» **TASK REQUIREMENTS**
Transcribe the data below in full, exactly.

Dataset entries:
== Segment start ==

"""Build hook for the compiled bit-true engine core (compiler/coefc/_engine.c).

Everything else about the package is declared in pyproject.toml.  The engine core
is plain C against the CPython buffer protocol: it needs a C compiler at install
time (gcc on Linux) and no third-party headers.
"""
from pathlib import Path

from setuptools import Extension, find_packages, setup


def builtin_target_packages() -> list[str]:
    """targets/ and every folder below it, shipped as coefc._builtin_targets.*.

    Listing the data-only folders as (namespace) packages keeps setuptools from
    warning about package data outside any package.
    """
    root = Path(__file__).parent / "targets"
    out = ["coefc._builtin_targets"]
    for d in sorted(p for p in root.rglob("*") if p.is_dir() and p.name != "__pycache__"):
        out.append("coefc._builtin_targets." + ".".join(d.relative_to(root).parts))
    return out


setup(
    ext_modules=[
        Extension(
            "coefc._engine",
            sources=["compiler/coefc/_engine.c"],
            extra_compile_args=["-O2", "-ffp-contract=off", "-std=c99"],
        )
    ],
    packages=find_packages("compiler") + builtin_target_packages(),
)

== Segment end ==

» **COMPLETED EXERCISE**
"""Build hook for the compiled bit-true engine core (compiler/coefc/_engine.c).

Everything else about the package is declared in pyproject.toml.  The engine core
is plain C against the CPython buffer protocol: it needs a C compiler at install
time (gcc on Linux) and no third-party headers.
"""
from pathlib import Path

from setuptools import Extension, find_packages, setup


def builtin_target_packages() -> list[str]:
    """targets/ and every folder below it, shipped as coefc._builtin_targets.*.

    Listing the data-only folders as (namespace) packages keeps setuptools from
    warning about package data outside any package.
    """
    root = Path(__file__).parent / "targets"
    out = ["coefc._builtin_targets"]
    for d in sorted(p for p in root.rglob("*") if p.is_dir() and p.name != "__pycache__"):
        out.append("coefc._builtin_targets." + ".".join(d.relative_to(root).parts))
    return out


setup(
    ext_modules=[
        Extension(
            "coefc._engine",
            sources=["compiler/coefc/_engine.c"],
            extra_compile_args=["-O2", "-ffp-contract=off", "-std=c99"],
        )
    ],
    packages=find_packages("compiler") + builtin_target_packages(),
)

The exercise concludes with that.